[Work request]:
Look through the data below for the string "JSON", and copy every line where it turns up.

═══ Supplied records ═══

//! Per-mode rows and the band summary shared by the table, JSON and CSV outputs.
//!
//! The figures themselves come from the solver (`antinode_solver::post::band`); this
//! module only shapes them for the documents and combines Q parts for display.
//!
//! Infinite quality factors (a loss the model does not have, e.g. PEC walls or no port)
//! are written as JSON `null`, as `inf` in CSV and as `∞` in the table.

use serde::{Serialize, Serializer};
use std::collections::BTreeMap;

/// Reflection at resonance at or below which the feed is said to couple well
/// (|Γ| = 0.5 ↔ 75 % of the forward power enters the cavity; common practice, no source).
pub const GOOD_COUPLING_REFLECTION: f64 = 0.5;

/// `null` for a non-finite number.
pub fn finite_or_null<S: Serializer>(v: &f64, s: S) -> Result<S::Ok, S::Error> {
    if v.is_finite() {
        s.serialize_f64(*v)
    } else {
        s.serialize_none()
    }
}

/// A list with `null` for each non-finite entry.
pub fn finite_list<S: Serializer>(v: &[f64], s: S) -> Result<S::Ok, S::Error> {
    let items: Vec<Option<f64>> = v.iter().map(|x| x.is_finite().then_some(*x)).collect();
    items.serialize(s)
}

/// One row of the mode list.
#[derive(Clone, Debug, Serialize)]
pub struct ModeRow {
    pub index: usize,
    /// Re f, GHz.
    pub frequency_ghz: f64,
    /// Im f, GHz (decay rate / 2π; 0 for a lossless mode).
    pub frequency_imag_ghz: f64,
    pub delta_mhz: f64,
    pub residual: f64,
    pub divergence: f64,
    pub in_band: bool,
    /// Q from the complex eigenvalue, Re f / (2 Im f): loads and ports (walls not included).
    #[serde(serialize_with = "finite_or_null")]
    pub q_eigen: f64,
    /// Loaded Q: 1/Q_L = 1/Q_d + 1/Q_c + Σ 1/Q_ext.
    #[serde(serialize_with = "finite_or_null")]
    pub q_loaded: f64,
    /// Unloaded Q: 1/Q0 = 1/Q_d + 1/Q_c.
    #[serde(serialize_with = "finite_or_null")]
    pub q_unloaded: f64,
    /// Q of the loads' dielectric loss.
    #[serde(serialize_with = "finite_or_null")]
    pub q_dielectric: f64,
    /// Q of the wall loss (surface-resistance perturbation).
    #[serde(serialize_with = "finite_or_null")]
    pub q_walls: f64,
    /// External Q of each port (port order). Written as `q_ext` in JSON, the same name
    /// as the CSV columns `q_ext_<port>` (one name per quantity in every document).
    #[serde(rename = "q_ext", serialize_with = "finite_list")]
    pub q_ports: Vec<f64>,
    /// Coupling κ = Q0/Q_ext of each port (other ports counted as losses).
    #[serde(serialize_with = "finite_list")]
    pub coupling: Vec<f64>,
    /// |Γ| at resonance seen from each port.
    pub reflection: Vec<f64>,
    /// Share of each port's forward power absorbed in the loads at resonance.
    pub load_power_fraction: Vec<f64>,
    /// Share of the stored electric energy inside each load (load name → fraction).
    pub load_energy_fraction: BTreeMap<String, f64>,
    /// Bandwidth f/Q_L, MHz (0 when Q_L is infinite).
    pub bandwidth_mhz: f64,
    /// Consistency check: Q from the power balance, 1/Q = 1/Q_d + Σ 1/Q_ext (+ 1/Q_c with
    /// impedance walls, which are part of the eigenvalue), which the complex eigenvalue
    /// must reproduce (walls by perturbation are not in it).
    #[serde(serialize_with = "finite_or_null")]
    pub q_balance: f64,
    /// q_eigen / q_balance − 1 (null when both are infinite).
    pub q_check_relative: Option<f64>,
}

/// q_eigen / q_balance − 1 when either is finite (both infinite: nothing to check).
pub fn q_check(q_eigen: f64, q_balance: f64) -> Option<f64> {
    match (q_eigen.is_finite(), q_balance.is_finite()) {
        (false, false) => None,
        (true, true) => Some(q_eigen / q_balance - 1.0),
        _ => Some(f64::INFINITY),
    }
}

/// Q from 1/Q = Σ 1/Q_i (infinite terms contribute nothing).
pub fn combine_q(parts: &[f64]) -> f64 {
    let inv: f64 = parts
        .iter()
        .filter(|q| q.is_finite() && **q > 0.0)
        .map(|q| 1.0 / q)
        .sum();
    if inv > 0.0 {
        1.0 / inv
    } else {
        f64::INFINITY
    }
}

impl From<&antinode_solver::post::band::WeylEstimate> for WeylEstimate {
    fn from(w: &antinode_solver::post::band::WeylEstimate) -> Self {
        Self {
            modes: w.modes,
            formula: w.formula.into(),
            volume_m3: w.volume_m3,
            source: w.source.into(),
        }
    }
}

/// Weyl's-law estimate of the number of modes in a band
/// (`antinode_solver::post::band::WeylEstimate`, for the documents).
#[derive(Clone, Debug, Serialize)]
pub struct WeylEstimate {
    /// Estimated number of modes between the band edges (smoothed count, not an integer).
    pub modes: f64,
    /// Which formula was used.
    pub formula: String,
    /// Volume entering the formula, m³.
    pub volume_m3: f64,
    pub source: String,
}

/// A mode in the band whose feed reflection at resonance is at most the threshold.
#[derive(Clone, Debug, Serialize)]
pub struct GoodCoupling {
    pub index: usize,
    pub frequency_ghz: f64,
    pub port: String,
    pub reflection: f64,
    pub load_power_fraction: f64,
}

/// Summary of the modes inside the band.
#[derive(Clone, Debug, Serialize)]
pub struct BandSummary {
    pub band_ghz: [f64; 2],
    /// Where the band came from ("--band", "geometry file", or the ISM default).
    pub band_from: String,
    pub modes_in_band: usize,
    /// True when the solve searched far enough around the target that no mode inside
    /// the band can have been missed.
    pub complete: bool,
    /// The listing is complete for modes whose Q from loads, ports and impedance walls (the
    /// eigenvalue's) is at least this
    /// (modes more damped may lie outside the search disc; null when incomplete).
    pub complete_above_q: Option<f64>,
    pub weyl_estimate: WeylEstimate,
    /// Weyl's leading term with the loads counted as air (null for an empty cavity).
    pub weyl_estimate_air_only: Option<WeylEstimate>,
    pub distinct_frequencies: usize,
    /// Relative tolerance the distinct frequencies were grouped with.
    pub group_tolerance_relative: f64,
    /// Where that tolerance comes from.
    pub group_tolerance_basis: String,
    /// Mean spacing between adjacent distinct frequencies in the band, MHz (None with
    /// fewer than two).
    pub mean_spacing_mhz: Option<f64>,
    /// Modal overlap: mean, over the in-band modes with finite Q_L, of the number of
    /// other modes found within ±(f_i/Q_L,i)/2 of f_i (a window one bandwidth wide).
    /// None when no in-band mode has a finite Q_L.
    pub modal_overlap: Option<f64>,
    /// In-band modes with |Γ| ≤ `good_coupling_reflection` at some port.
    pub good_coupling: Vec<GoodCoupling>,
    pub good_coupling_reflection: f64,
    /// Largest |q_eigen / q_balance − 1| over the modes (None when all Q are infinite).
    pub q_check_max_relative: Option<f64>,
}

═══

[Solved problem]:
//! Per-mode rows and the band summary shared by the table, JSON and CSV outputs.
//! are written as JSON `null`, as `inf` in CSV and as `∞` in the table.
    /// External Q of each port (port order). Written as `q_ext` in JSON, the same name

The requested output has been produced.